In this era of accused #FakeNews and political bullying/manipulation of the media, many people have become cynical to what is reported in mainstream news. Some stories are too speculative, some can be unsupported, and others have too great of an editorial bias. As physicians, it is our hope that medical literature is different. Peer review is a time-honored process and is the antithesis to “fake news.” As scientists and physicians, we practice by a guiding principle of using evidence and clinical experience to shape the care of our patients.

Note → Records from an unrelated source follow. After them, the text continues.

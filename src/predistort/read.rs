//! Reads a table that was written as JSON.

use std::io::Read;

use super::{Pass, Table};
use crate::drive::{Between, Lookup, LookupSize, Spacing, Word};
use crate::input::{Problem, parse_json, read_text};
use crate::map::Control;

#[derive(serde::Deserialize)]
struct Document {
    kind: String,
    version: u32,
    #[serde(default)]
    title: String,
    full_control: f64,
    full_output_v: Option<f64>,
    #[serde(default)]
    control: ControlWord,
    #[serde(default)]
    passes: Vec<Pass>,
    depth: usize,
    address_bits: u32,
    amplitude_bits: u32,
    phase_bits: u32,
    spacing: SpacingWords,
    between: BetweenWord,
    rate: usize,
    control_words: Vec<u32>,
    phase_words: Vec<i32>,
}

#[derive(Default, serde::Deserialize)]
#[serde(rename_all = "snake_case")]
enum ControlWord {
    #[default]
    Supply,
    Width,
    Drive,
}

#[derive(serde::Deserialize)]
#[serde(tag = "law", rename_all = "snake_case")]
enum SpacingWords {
    Magnitude,
    Power,
    Companded { mu: f64 },
}

#[derive(serde::Deserialize)]
#[serde(rename_all = "snake_case")]
enum BetweenWord {
    Nearest,
    Linear,
}

/// Reads the table in `reader`, which came from `file`.
///
/// # Errors
/// The first thing wrong, with its line where the text is no such document.
pub fn read_table(file: &str, reader: impl Read) -> Result<Table, Problem> {
    let about = |given: String, allowed: &str| Problem::about_file(file, given, allowed);
    let text = read_text(reader)
        .map_err(|error| Problem::unreadable(file, &error, "a table, text in UTF-8"))?;
    let document: Document = parse_json(
        file,
        &text,
        "a table as `quietedge predistort` writes it into table.json",
    )?;
    if document.kind != "static table" || document.version != 1 {
        return Err(about(
            format!("kind \"{}\", version {}", document.kind, document.version),
            "kind \"static table\", version 1",
        ));
    }
    if !(document.full_control > 0.0 && document.full_control.is_finite()) {
        return Err(about(
            format!("full_control = {}", document.full_control),
            "a positive finite number",
        ));
    }
    if document.control_words.len() != document.phase_words.len() {
        return Err(about(
            format!(
                "{} control words and {} phase words",
                document.control_words.len(),
                document.phase_words.len()
            ),
            "equally many",
        ));
    }
    let words = document.control_words.iter().zip(&document.phase_words);
    let lookup = Lookup::new(
        LookupSize {
            depth: document.depth,
            address_bits: document.address_bits,
            amplitude_bits: document.amplitude_bits,
            phase_bits: document.phase_bits,
        },
        match document.spacing {
            SpacingWords::Magnitude => Spacing::Magnitude,
            SpacingWords::Power => Spacing::Power,
            SpacingWords::Companded { mu } => Spacing::Companded { mu },
        },
        match document.between {
            BetweenWord::Nearest => Between::Nearest,
            BetweenWord::Linear => Between::Linear,
        },
        document.rate,
        words
            .map(|(&control, &phase)| Word { control, phase })
            .collect(),
    )
    .map_err(|error| about(error.to_string(), "a table whose words fit its sizes"))?;
    Ok(Table {
        lookup,
        entries: Vec::new(),
        full_control: document.full_control,
        control: match document.control {
            ControlWord::Supply => Control::Supply,
            ControlWord::Width => Control::Width,
            ControlWord::Drive => Control::Drive,
        },
        passes: document.passes,
        full_output_v: document.full_output_v,
        title: document.title,
    })
}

Even so, every now and then, a whimsical or sensational story comes through that raises our eyebrows.
One of my favorite posters from a Triological Society Sections meeting was a study testing the hypothesis that post-tonsillectomy bleeds more commonly occur during full moons, in red-headed children, in patterns of threes, or on Friday the 13th. The findings of the study were later published in The Laryngoscope, and I am happy to report that the researchers found no association between bleeds and the aforementioned conditions (Laryngoscope. 2004;114:2031–2033). Another favorite of mine: “Craniofacial Injuries Due to Golf Cart Trauma” (Otolaryngol Head Neck Surg. 2011;144:883–887). This was a case series looking at 68 (!) patients seen at a single site trauma center with injuries from golf carts. Sorry if I spoil the conclusion, but I don’t think it will be too shocking to hear that ejection and rollover were the most common mechanism of injury and alcohol was detected in nearly 60% of patients older than 16 years of age.
In this month’s edition of ENTtoday, we cover two stories that may appear sensational, but have scientific merit in their publications.
In “What Happened in Havana?” (p. 20), we review at events from the winter of 2017, when a number of CIA agents and diplomates began to complain of symptoms of intense head pressure, dizziness, and an inability to focus. What was once thought to be an isolated case grew to involve nearly two dozen Americans working in the American Embassy in Havana. What happened next reads as if it came straight from a paperback spy novel: The American and Cuban governments began a series of veiled accusations and denials, with Americans suspecting Cubans of employing an anti-spy practice or “neuro-weapon” and the Cubans denying the association. Michael Hoffer, MD, an otologist at the University of Miami who treated many of the patients, led a team that published a study detailing their vestibular findings in Laryngoscope Investigative Otolaryngology (December 12, 2018. doi: 10.1002/lio2.231). The authors describe the symptoms and objective findings of 25 American diplomates who became symptomatic. Putting aside the political angle of the story, Dr. Hoffer’s article is an important example of how objective testing is necessary to validate patient symptoms.
“Safe Nasal Irrigation,” one of our cover stories, looks at an example of how, at times, the objective evidence can be elusive, but our common sense and clinical acumen take over to protect our patients from harm. The passing of a 69-year-old Seattle woman from amoebic meningoencephalitis has been broadly covered on news networks. Although the source of the infection has not been proven, it is speculated that it came from the tap water she used in her neti pot for nasal irrigation (Int J Inf Dis. 2018;77:18–22). This report comes on the heels of previous case reports of similar amoebic infections linked to the use of saline nasal irrigations from untreated water sources. I agree with the sources interviewed in our article that, as important as nasal saline irrigations are in the treatment of rhinitis and sinusitis, we would be remiss as treating physicians to not emphasize the importance of using distilled or cooled boiled tap water.
I hope you enjoy this month’s issue, and I look forward to connecting next month. Until then, stay warm!